On June 8, 2005 the IRS sent Notices of Deficiency to both Allen and the Rio Colorado

Trust. Weill Dec. Exh. 1, 2. The Notices were issued with respect to both parties’ tax liabilities

from 2000 and 2001. Id. Allen filed petitions for redetermination of deficiency in Tax Court

contesting the validity of the Notices. In the course of proceedings in Tax Court, Allen claims to

have been prohibited from presenting certain pieces of evidence he believed to be necessary for his

argument. Additionally, his accountant was diagnosed with pancreatic cancer. Allen requested a

forty-five day continuance which the Tax Court denied without comment. On October 6, 2006 the

Tax Court granted a motion to dismiss for lack of prosecution. Weill Dec. Exh. 4. The Tax Court

issued a decision finding Allen responsible for tax deficiencies in the amount of $39,299.00 and

$26,020.00 for 2000 and 2001, respectively. Id. The Tax Court further found Allen responsible for

additions to tax per I.R.C. section 6651(a)(1) in the amount of $9,870.00 and $6,665.25 for 2000 and

2001, respectively, and for additions to tax per I.R.C. section 6662 in the amount of $7,859.80 and

$5,204.00 for 2000 and 2001, respectively. Weill Dec. Exh. 4. 

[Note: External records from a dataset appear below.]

/**
 * Resume: each finished clip's result is kept in the output folder, so a study that was stopped (Ctrl-C,
 * SIGKILL, a power cut) and started again re-measures only the clips it had not finished.
 *
 * Layout: `<out>/.tossmeter-cache/<key>.json`, one file per clip result, written with `atomicWriteFile`
 * (a reader sees a whole entry or none). The key is SHA-256 over the clip's content hash, every job value
 * that reaches the clip's rows, the tool version and the ffmpeg version; so a changed clip, a changed
 * manifest row or option, or a new version simply misses the cache. An entry that cannot be read or does not
 * match the dataset's field list is ignored (the clip is measured again), never trusted.
 */
import { createHash } from 'node:crypto';
import { createReadStream } from 'node:fs';
import { mkdir, readdir, readFile, rm } from 'node:fs/promises';
import { join } from 'node:path';
import { FRAME_FIELDS, TOSS_FIELDS, atomicWriteFile, canonicalRows, type FrameRow, type TossRow } from '../dataset/index.ts';
import type { ClipJob, ClipResult } from './clip.ts';

/** The cache folder's name inside the output folder. */
export const CACHE_DIR = '.tossmeter-cache';

/** Format number of a cache entry; bump it when the entry's shape changes. */
const ENTRY_FORMAT = 1;

/** What a clip's cache key is made of. */
export interface CacheKeyParts {
  /** SHA-256 (hex) of the clip file's bytes. */
  contentSha256: string;
  /** The resolved job (its absolute `file` is left out: moving the study folder keeps the cache valid). */
  job: ClipJob;
  /** tossmeter's version. */
  toolVersion: string;
  /** The ffmpeg version string (decoding may differ between builds). */
  ffmpegVersion: string;
}

/** Serialises a value with object keys sorted, so equal values give equal text whatever the key order. */
function stableJson(value: unknown): string {
  if (value === null || typeof value !== 'object') return JSON.stringify(value) ?? 'null';
  if (Array.isArray(value)) return `[${value.map(stableJson).join(',')}]`;
  const obj = value as Record<string, unknown>;
  const keys = Object.keys(obj).filter((k) => obj[k] !== undefined).sort();
  return `{${keys.map((k) => `${JSON.stringify(k)}:${stableJson(obj[k])}`).join(',')}}`;
}

/**
 * The cache key of one clip: hex SHA-256 of the stable JSON of its parts (the job without its absolute path).
 * Two jobs get the same key exactly when their content, row-shaping values and versions are equal.
 */
export function cacheKey(parts: CacheKeyParts): string {
  const { file: _abs, ...job } = parts.job;
  const text = stableJson({ format: ENTRY_FORMAT, content: parts.contentSha256, job, tool: parts.toolVersion, ffmpeg: parts.ffmpegVersion });
  return createHash('sha256').update(text, 'utf8').digest('hex');
}

/** SHA-256 (hex) of a file's bytes, streamed. */
export async function fileSha256(file: string): Promise<string> {
  const hash = createHash('sha256');
  for await (const chunk of createReadStream(file)) hash.update(chunk as Buffer);
  return hash.digest('hex');
}

/** True when a process with this pid is alive (signal 0 probes without sending anything). */
function alive(pid: number): boolean {
  if (pid === process.pid) return true;
  try {
    process.kill(pid, 0);
    return true;
  } catch (err) {
    return (err as NodeJS.ErrnoException).code === 'EPERM';
  }
}

/**
 * Removes temporary files that `atomicWriteFile` left in `dir` when its process was killed mid-write
 * (`.<name>.<pid>.<random>.tmp` whose pid is no longer alive). Files of live processes are kept.
 *
 * @returns the number of files removed (0 when the folder does not exist)
 */
export async function removeStaleTemps(dir: string): Promise<number> {
  let names: string[];
  try {
    names = await readdir(dir);
  } catch {
    return 0;
  }
  let removed = 0;
  for (const name of names) {
    const m = /^\..+\.(\d+)\.[0-9a-f]+\.tmp$/.exec(name);
    if (m === null || alive(Number(m[1]))) continue;
    await rm(join(dir, name), { force: true });
    removed++;
  }
  return removed;
}

/** The clip cache of one output folder. */
export interface ClipCache {
  /** The cache folder (absolute when `outDir` was). */
  readonly dir: string;
  /** The kept result for `key`, or null (absent, unreadable, or not matching the field lists; `fresh` always misses). */
  get(key: string): Promise<ClipResult | null>;
  /** Keeps `result` under `key` (atomically). Only `ok` and `flagged` results are worth keeping; the caller decides. */
  put(key: string, result: ClipResult): Promise<void>;
}

/**
 * Opens (and creates) the cache folder of `outDir`, removing temporary files of killed runs first.
 *
 * @param outDir - the study's output folder
 * @param opts.fresh - ignore kept results (entries are still written, replacing old ones); default false
 */
export async function openClipCache(outDir: string, opts: { fresh?: boolean } = {}): Promise<ClipCache> {
  const dir = join(outDir, CACHE_DIR);
  await mkdir(dir, { recursive: true });
  await removeStaleTemps(dir);
  await removeStaleTemps(outDir);
  const fileOf = (key: string) => {
    if (!/^[0-9a-f]{64}$/.test(key)) throw new Error(`cache key "${key}" is not a SHA-256 hex digest`);
    return join(dir, `${key}.json`);
  };
  return {
    dir,
    async get(key) {
      if (opts.fresh) return null;
      try {
        const entry = JSON.parse(await readFile(fileOf(key), 'utf8')) as { format?: unknown; key?: unknown; toss?: unknown; frames?: unknown };
        if (entry.format !== ENTRY_FORMAT || entry.key !== key || typeof entry.toss !== 'object' || entry.toss === null || !Array.isArray(entry.frames)) return null;
        // Throws DatasetError for a row that the dataset writer would refuse: then the entry is not used.
        canonicalRows('tosses', TOSS_FIELDS, [entry.toss]);
        canonicalRows('frames', FRAME_FIELDS, entry.frames as object[]);
        return { toss: entry.toss as TossRow, frames: entry.frames as FrameRow[], framesPerSecond: 0 };
      } catch {
        return null;
      }
    },
    async put(key, result) {
      const text = `${JSON.stringify({ format: ENTRY_FORMAT, key, toss: result.toss, frames: result.frames })}\n`;
      await atomicWriteFile(fileOf(key), text);
    },
  };
}
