/**
 * Calibration of a study from its own clips (DESIGN §5): per clip the container rate, the stated rate, the
 * rate gravity implies, the scale, the camera roll, the depth change and the dropped frames; per study the
 * medians and the spread, and the rate gravity implies for the whole study (the median over the clips that
 * measured it). `measure --calibration` can adopt it for clips without a stated rate.
 */
import type { TossRow } from '../dataset/index.ts';

export interface ClipCalibration {
  file: string;
  toss_id: string;
  status: string;
  container_fps: number | null;
  stated_fps: number | null;
  fps_source: string | null;
  gravity_fps: number | null;
  gravity_fps_se: number | null;
  fps_mismatch: boolean;
  px_per_m: number | null;
  px_per_m_se: number | null;
  camera_roll_deg: number | null;
  depth_change_m: number | null;
  scale_change_ratio: number | null;
  frames_dropped: number | null;
}

export interface StudyCalibration {
  clips: number;
  /** Median over the clips that measured it; the rate `--fps-from-gravity` adopts. */
  gravity_fps_median: number | null;
  /** Robust spread (1.4826 · MAD) of gravity_fps over the clips. */
  gravity_fps_spread: number | null;
  px_per_m_median: number | null;
  camera_roll_deg_median: number | null;
  depth_change_m_range: [number, number] | null;
  frames_dropped_total: number;
  fps_mismatch_clips: number;
}

export interface Calibration {
  format: 'tossmeter-calibration';
  version: 1;
  gravity_m_s2: number;
  study: StudyCalibration;
  per_clip: ClipCalibration[];
}

const num = (v: unknown): number | null => (typeof v === 'number' && Number.isFinite(v) ? v : null);

function median(values: number[]): number | null {
  if (values.length === 0) return null;
  const s = [...values].sort((a, b) => a - b);
  const m = s.length >> 1;
  return s.length % 2 ? s[m] : 0.5 * (s[m - 1] + s[m]);
}

/** Builds the calibration of a measured study from its toss rows. Pure. */
export function calibrationFromTosses(tosses: readonly TossRow[], gravity: number): Calibration {
  const perClip: ClipCalibration[] = tosses.map((t) => ({
    file: String(t.file),
    toss_id: String(t.toss_id),
    status: String(t.status),
    container_fps: num(t.container_fps),
    stated_fps: t.fps_source === 'container' ? null : num(t.capture_fps),
    fps_source: typeof t.fps_source === 'string' ? t.fps_source : null,
    gravity_fps: num(t.gravity_fps),
    gravity_fps_se: num(t.gravity_fps_se),
    fps_mismatch: String(t.flags ?? '').split(';').includes('fps_mismatch'),
    px_per_m: num(t.px_per_m),
    px_per_m_se: num(t.px_per_m_se),
    camera_roll_deg: num(t.camera_roll_deg),
    depth_change_m: num(t.depth_change_m),
    scale_change_ratio: num(t.scale_change_ratio),
    frames_dropped: num(t.frames_dropped),
  }));
  const pick = (key: keyof ClipCalibration) => perClip.map((c) => c[key]).filter((v): v is number => typeof v === 'number');
  const gfps = pick('gravity_fps');
  const gMed = median(gfps);
  const spread = gMed === null ? null : 1.4826 * (median(gfps.map((v) => Math.abs(v - gMed))) ?? 0);
  const depth = pick('depth_change_m');
  return {
    format: 'tossmeter-calibration',
    version: 1,
    gravity_m_s2: gravity,
    study: {
      clips: perClip.length,
      gravity_fps_median: gMed,
      gravity_fps_spread: spread,
      px_per_m_median: median(pick('px_per_m')),
      camera_roll_deg_median: median(pick('camera_roll_deg')),
      depth_change_m_range: depth.length ? [Math.min(...depth), Math.max(...depth)] : null,
      frames_dropped_total: pick('frames_dropped').reduce((a, b) => a + b, 0),
      fps_mismatch_clips: perClip.filter((c) => c.fps_mismatch).length,
    },
    per_clip: perClip,
  };
}

/** A fixed-width text table of the calibration (our own labels). */
export function calibrationTable(cal: Calibration): string {
  const f = (v: number | null, d: number) => (v === null ? '–' : v.toFixed(d));
  const head = ['clip', 'container fps', 'stated fps', 'gravity fps', '± se', 'px/m', 'roll °', 'depth Δ m', 'dropped', 'check'];
  const rows = cal.per_clip.map((c) => [
    c.file, f(c.container_fps, 2), f(c.stated_fps, 1), f(c.gravity_fps, 1), f(c.gravity_fps_se, 1), f(c.px_per_m, 1),
    f(c.camera_roll_deg, 2), f(c.depth_change_m, 3), c.frames_dropped === null ? '–' : String(c.frames_dropped),
    c.status === 'failed' ? 'failed' : c.fps_mismatch ? 'RATE MISMATCH' : 'ok',
  ]);
  const s = cal.study;
  rows.push(['study (median)', '', '', f(s.gravity_fps_median, 1), f(s.gravity_fps_spread, 1), f(s.px_per_m_median, 1),
    f(s.camera_roll_deg_median, 2), s.depth_change_m_range ? `${f(s.depth_change_m_range[0], 3)}..${f(s.depth_change_m_range[1], 3)}` : '–',
    String(s.frames_dropped_total), `${s.fps_mismatch_clips} mismatched`]);
  const all = [head, ...rows];
  const w = head.map((_, j) => Math.max(...all.map((r) => r[j].length)));
  return all.map((r) => r.map((c, j) => (j === 0 ? c.padEnd(w[j]) : c.padStart(w[j]))).join('  ')).join('\n') + '\n';
}
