/**
 * One clip's per-frame observations as an async iterable: decode (gray, one pass) → the coin tracker.
 * For users who build their own analysis on the tracked ellipses; `measureClip` does the same and then fits.
 */
import { decodeFrames } from '../video/index.ts';
import { createTracker, type FrameObservation, type TrackerOptions } from '../vision/index.ts';
import { MEASURE_TRACKER_OPTIONS } from './trackerSettings.ts';

/** Options of {@link observeClip}; every field optional. */
export interface ObserveOptions {
  /** Stops the decode: ffmpeg is killed and the iteration rejects with the signal's reason. */
  signal?: AbortSignal;
  /** ffmpeg decoder threads, 1..64 (default: ffmpeg's choice, one per core). */
  threads?: number;
  /**
   * Tracker options (see `createTracker`). Default `MEASURE_TRACKER_OPTIONS`, the setting `measureClip` uses, so
   * the observations are those behind the dataset's frame rows.
   */
  tracker?: TrackerOptions;
}

/** What a tracker call may hand back: one observation, several (a tracker that lags), or none yet. */
type TrackerOutput = FrameObservation | readonly FrameObservation[] | null | undefined;

function* emit(out: TrackerOutput): Generator<FrameObservation> {
  if (out === null || out === undefined) return;
  if (Array.isArray(out)) yield* out as readonly FrameObservation[];
  else yield out as FrameObservation;
}

/**
 * The coin tracker's observation of every frame of a clip, in frame order, streamed: frames are decoded
 * and tracked as the consumer pulls, memory stays bounded, and breaking out of the loop stops ffmpeg.
 *
 * Each observation is `{ frame, detected, cx, cy, major, minor, angleRad, method, occluded, touchingEdge,
 * areaPx, meanGray, ... }`: pixels with x right, y down, origin at the centre of the top-left pixel; FULL axis
 * lengths in px; `angleRad` in [0, π) from +x towards +y; NaN for unknown numbers. Frame k was captured at
 * k / capture rate seconds (the capture rate is not in the file for most high-speed footage).
 *
 * Works with a tracker whose `push` returns one observation per frame and with one that holds frames back
 * (returns none or several per call and hands out the rest from `flush()` at the end of the clip).
 *
 * @param file - path of the clip (any container and codec the bundled ffmpeg decodes)
 * @param opts - abort signal, decoder threads, tracker options
 * @throws VideoError (from the decoder) naming the file when it is missing, unreadable or not a video
 */
export async function* observeClip(file: string, opts: ObserveOptions = {}): AsyncGenerator<FrameObservation, void, undefined> {
  const tracker = createTracker(opts.tracker ?? MEASURE_TRACKER_OPTIONS);
  const push = (frame: { data: Uint8Array; width: number; height: number }): TrackerOutput => tracker.push(frame) as TrackerOutput;
  for await (const frame of decodeFrames(file, { pixFmt: 'gray', signal: opts.signal, threads: opts.threads })) {
    yield* emit(push({ data: frame.data, width: frame.width, height: frame.height }));
  }
  const flush = (tracker as { flush?: () => TrackerOutput }).flush;
  if (typeof flush === 'function') yield* emit(flush.call(tracker));
}
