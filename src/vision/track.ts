import { createBackgroundModel, type BackgroundOptions } from './background.ts';
import { ellipseToConic, type Ellipse } from './ellipse.ts';
import { ellipseFromMoments } from './ellipseFromMoments.ts';
import { estimateGain } from './estimateGain.ts';
import { fitEllipseFixedMajor } from './fitEllipseFixedMajor.ts';
import { fitEllipseTrimmed } from './fitEllipseTrimmed.ts';
import { foregroundMask } from './foreground.ts';
import { measureEndGrowth, measureOutlineGrowth } from './outlineGrowth.ts';
import { matchTranslation } from './matchTranslation.ts';
import type { GrayImage, PixelWindow } from './image.ts';
import { labelComponents, type ComponentLabels } from './labelComponents.ts';
import { createRegionScratch, measureRegion, type RegionMeasure } from './measureRegion.ts';
import { estimateNoiseSigma } from './noise.ts';
import { hypot2 } from '../hypot.ts';

/** Options of {@link createTracker}; every field optional. */
export interface TrackerOptions {
  /** Frames whose per-pixel median starts the background model (default 5, at least 3). No coin is reported before the last of them. */
  readonly initFrames?: number;
  /** Foreground threshold in noise σ (default 4). */
  readonly thresholdSigmas?: number;
  /** Lowest foreground threshold, gray levels (default 8; compressed video has little visible noise but blocky errors). */
  readonly thresholdFloorGray?: number;
  /**
   * Smallest coin major axis accepted when searching, px (default max(12, 0.025 × the shorter
   * image side): 12 px at 640×480, 18 px at 1280×720; a whole flight in view can leave a coin 15–25 px across).
   */
  readonly minMajorPx?: number;
  /** Largest coin major axis accepted when searching, px (default 0.6 × the shorter image side). */
  readonly maxMajorPx?: number;
  /** Expected major axis (coin diameter in px) if known; searching then accepts only 0.7–1.4 × this. */
  readonly diameterHintPx?: number;
  /** Frames without a detection before the whole frame is searched again (default 3). */
  readonly maxLostFrames?: number;
  /** Background model options (rate, static absorption). */
  readonly background?: BackgroundOptions;
  /**
   * Frames kept for back-filling, K (default min(48, ⌊64 MiB / frame size⌋), with `carryBackfill` min(96, …): 96 at 640×480, 72 at 1280×720; at least 4; 1 turns
   * back-filling off). The tracker's output lags K − 1 frames behind its input, see {@link Tracker}.
   */
  readonly bufferFrames?: number;
  /**
   * Second back-fill pass across the release (default false): coasts over up to 6 frames where the
   * coin, edge-on between the fingertips, is not found, and follows it into the hand by block
   * matching (see {@link createTracker}). Raises the default K to min(96, ⌊64 MiB / frame size⌋).
   * Off by default here; `measure` turns it on (`MEASURE_TRACKER_OPTIONS`).
   */
  readonly carryBackfill?: boolean;
  /**
   * Follow the coin into the catching hand (default true): when the track step finds no coin in a frame right
   * after a detection, block match the coin of the previous frame into this one, for up to FOLLOW_FRAMES frames
   * in a row (see {@link createTracker}), so that the flight window sees where free flight stops.
   */
  readonly followIntoHand?: boolean;
  /**
   * Follow the coin held in the hand after the catch (default true): where the track step finds no coin, or only
   * an outline fit merged with the hand, right after a detection, block match the previous frame's coin and the
   * foreground around it as one rigid patch; accepted only when it matches to the noise (the coin has stopped
   * turning and moves with the hand). See {@link createTracker}.
   */
  readonly followHeld?: boolean;
}
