@dataclass
class ReplayChunk:
    """What the detector did over one chunk of a stream: the chunk's features (StreamFeatures),
    the detector's per-window results (Steps; window w of the stream is steps row w - first_w) and
    the events raised in it (dicts as in ReplayResult.events)."""

    stream: "StreamReplay"
    features: StreamFeatures
    steps: Steps
    events: list[dict[str, Any]]

    def columns(self, names: Sequence[str] | None = None) -> dict[str, np.ndarray]:
        """The chunk's per-window columns (ReplayResult.windows without stream), or only `names`."""
        sr, sf, st = self.stream, self.features, self.steps
        cols: dict[str, Callable[[], np.ndarray]] = {
            "recording": lambda: np.array(sr.paths, dtype=object)[sf.rec],
            "t_s": lambda: sf.t_s,
            "state": lambda: np.array(al.STATE_NAMES, dtype=object)[st.state],
            "score": lambda: st.score_q8 / 256.0,
            "mode": lambda: st.mode.astype(np.int64),
            "feature": lambda: np.array(sr.feature_names + [""], dtype=object)[st.feat],
        }
        out = {k: f() for k, f in cols.items() if names is None or k in names}
        phys = physical_columns(sf.feats, sr.params, sr.m_s2_per_count, sr.axis_names)
        out.update((k, v) for k, v in phys.items() if names is None or k in names)
        if names is None or "not_scored" in names:
            out["not_scored"] = np.array(WHY_NAMES, dtype=object)[st.why]
        if names is None or "speed_hz" in names:
            out["speed_hz"] = st.speed_q8 / 256.0
        return out


class StreamReplay:
    """One stream (one gateway's recordings) through one device Detector, chunk by chunk.

        sr = StreamReplay(source, params, profile, name)
        for chunk in sr.chunks(jobs=2):      # ReplayChunk, in time order; state carried across
            chunk.events, chunk.columns()    # use and drop: nothing per window is kept here
        sr.events, sr.summary()              # every event, and the stream's summary so far

    source: Recording or RecordingFile objects of one gateway (sorted by t0_s here when all have
    one), or a path or list of paths opened with host_tools.data.recording.open_stream at the
    set's rate and scale. Memory: one chunk (CHUNK_WINDOWS windows) per job, whatever the length.
    The results are the same for any jobs and chunk_windows as for one pass over the stream.
    """

    def __init__(self, source: Any, params: dict, profile: dict, name: str | None = None):
        if _is_recordings(source):
            recs = _ordered(source)
        else:
            recs = open_stream(source, expected_rate_hz=params["fs_hz"], m_s2_per_count=m_s2_per_count(params))
        check_recordings(recs, params)
        self.recs = recs
        self.params = params
        self.name = name if name is not None else stream_name(source)
        self.twin = twin_for(params, profile)
        self.every = int(profile["analyse_every"])
        self.window_s = params["n"] * self.every / params["fs_hz"]     # time each analysed window stands for
        self.n_windows = sum(len(p.t_s) for p in plan_chunks(recs, params["n"], float(params["fs_hz"]),
                                                             every=self.every))
        self.detector = Detector(params, self.every)
        self.events: list[dict[str, Any]] = []
        self.paths = [str(r.path) for r in recs]
        self.axis_names = recs[0].axes
        self.m_s2_per_count = recs[0].m_s2_per_count
        self.feature_names = [feature_name(j, params, self.axis_names)
                              for j in range(params["axes"] * fi.per_axis(len(params["fc_bands"])))]
        self._state_windows = np.zeros(len(al.STATE_NAMES), np.int64)
        self._why_windows = np.zeros(len(WHY_NAMES), np.int64)
        self._pushed = 0
        self._done = 0
        self._t_first: float | None = None
        self._t_last: float | None = None
        self._lost = 0

    def chunks(self, jobs: int = 1, chunk_windows: int = CHUNK_WINDOWS) -> Iterator[ReplayChunk]:
        """Replay the stream, one ReplayChunk at a time (features of jobs chunks at once)."""
        for sf in feature_chunks(self.recs, self.twin, jobs, chunk_windows, self.every):
            yield self.step(sf)

    def step(self, sf: StreamFeatures) -> ReplayChunk:
        """Step the detector over the next windows of the stream (features in stream order)."""
        first = self._done
        steps = step_detector(self.detector, sf.feats, first, window_gaps(sf.t_s, self.window_s, self._t_last))
        p = self.params
        events = []
        for w, old, new, reason, mode, feat, score in steps.events:
            t, r = float(sf.t_s[w - first]), self.recs[int(sf.rec[w - first])]
            events.append({
                "stream": self.name, "t_s": t, "recording": str(r.path), "offset_s": t - (r.t0_s or 0.0),
                "from": al.STATE_NAMES[old], "to": al.STATE_NAMES[new], "reason": al.REASON_NAMES[reason],
                "mode": mode if mode >= 0 else None,
                "feature": feature_name(feat, p, self.axis_names) if feat >= 0 else None, "score": score / 256.0})
        self.events.extend(events)
        self._state_windows += np.bincount(steps.state.astype(np.int64), minlength=len(al.STATE_NAMES))
        self._why_windows += np.bincount(steps.why.astype(np.int64), minlength=len(WHY_NAMES))
        self._pushed += int(steps.pushed.sum())
        self._done += len(sf.t_s)
        if len(sf.t_s):
            self._t_first = float(sf.t_s[0]) if self._t_first is None else self._t_first
            self._t_last = float(sf.t_s[-1])
        self._lost = int(steps.lost)
        return ReplayChunk(self, sf, steps, events)

    def summary(self) -> dict[str, Any]:
        """The stream's summary (keys in the module docstring of host_tools.commands.replay)."""
        ev = self.events
        first = {to: next((e["t_s"] for e in ev if e["to"] == to), None) for to in ("alert", "alarm", "sensor_fault")}
        raises = sum(e["to"] in ("alert", "alarm") and e["from"] not in ("alert", "alarm") for e in ev)
        running_h = self._pushed * self.window_s / 3600.0
        return {
            "recordings": len(self.recs),
            "windows": self._done,
            "observed_s": float(self._done * self.window_s),
            "running_h": running_h,
            "t_first_s": self._t_first,
            "t_last_s": self._t_last,
            "windows_per_state": {name: int(self._state_windows[i]) for i, name in enumerate(al.STATE_NAMES)},
            "windows_by_scoring": {name: int(self._why_windows[i]) for i, name in enumerate(WHY_NAMES)},
            "alerts": sum(e["to"] == "alert" for e in ev),
            "alarms": sum(e["to"] == "alarm" for e in ev),
            "raises": raises,
            "sensor_faults": sum(e["to"] == "sensor_fault" for e in ev),
            "first_alert_t_s": first["alert"],
            "first_alarm_t_s": first["alarm"],
            "first_sensor_fault_t_s": first["sensor_fault"],
            "events_lost": self._lost,
            "promise": promise_check(raises, running_h, self.params),
        }


def promise_check(raises: int, running_h: float, params: dict) -> dict[str, Any] | None:
    """The training's promise (fit_promise_milli: false raises per 30 days of running and its
    95 % range, in thousandths; fit_promise_upper 1: the rate is an upper bound, "at most"; absent
    in sets made before it: 0) beside what a replay observed, with a verdict. For a rate: "agrees"
    when the count lies within the Poisson 2.5-97.5 % quantiles of the range's ends over the
    running hours replayed (scipy.stats.poisson), "more than promised" or "fewer than promised"
    otherwise. For an upper bound fewer is no disagreement: "agrees" up to the 97.5 % quantile of
    the range's upper end, "more than promised" above. None when the set holds no promise. Raises
    on a replay of healthy running are false by definition; on a faulty machine they are what the
    detector is for."""
    pm_ = params.get("fit_promise_milli")
    if not pm_ or running_h <= 0:
        return None
    from scipy.stats import poisson
    rate, lo, hi = (v / 1000.0 for v in pm_)
    upper = bool(params.get("fit_promise_upper", 0))
    lo_n = 0 if upper else poisson.ppf(0.025, lo * running_h / 720.0)
    hi_n = poisson.ppf(0.975, hi * running_h / 720.0)
    verdict = "agrees" if lo_n <= raises <= hi_n else ("more than promised" if raises > hi_n else "fewer than promised")
    return {"promised_per_30_days": rate, "range_95_per_30_days": [lo, hi], "upper_bound": upper,
            "stated": promise_text(rate, (lo, hi), upper),
            "observed_raises": raises, "running_h": running_h,
            "observed_per_30_days": raises * 720.0 / running_h,
            "expected_raises": rate * running_h / 720.0, "verdict": verdict}


def promise_text(rate: float, range_95: Sequence[float], upper: bool,
                 unit: str = " false alerts per 30 days of running") -> str:
    """A stated rate as a person reads it: "at most 3.2 false alerts per 30 days of running (95 %
    range 1.1 to 9.6)" for an upper bound, without "at most" for the fit's estimate."""
    lo, hi = (_rate_text(v) for v in range_95)
    return f"{stated_rate(rate, upper)}{unit} (95 % range {lo} to {hi})"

On November 6, 2006 Allen filed the present action, asking this court to vacate both the Tax

Court judgment and the IRS notice of deficiency, and to award him costs and attorneys’ fees. On

December 27, 2006 the IRS filed a motion to dismiss, arguing that this court lacks jurisdiction to

vacate either a Tax Court order or a notice of deficiency. Def.’s Mot. Dismiss at 2. The IRS further

argues that Rio Colorado Trust must be dismissed as a plaintiff from the instant action because in

federal court a trust must be represented by an attorney and Allen, though its trustee, is not a lawyer. 

Id.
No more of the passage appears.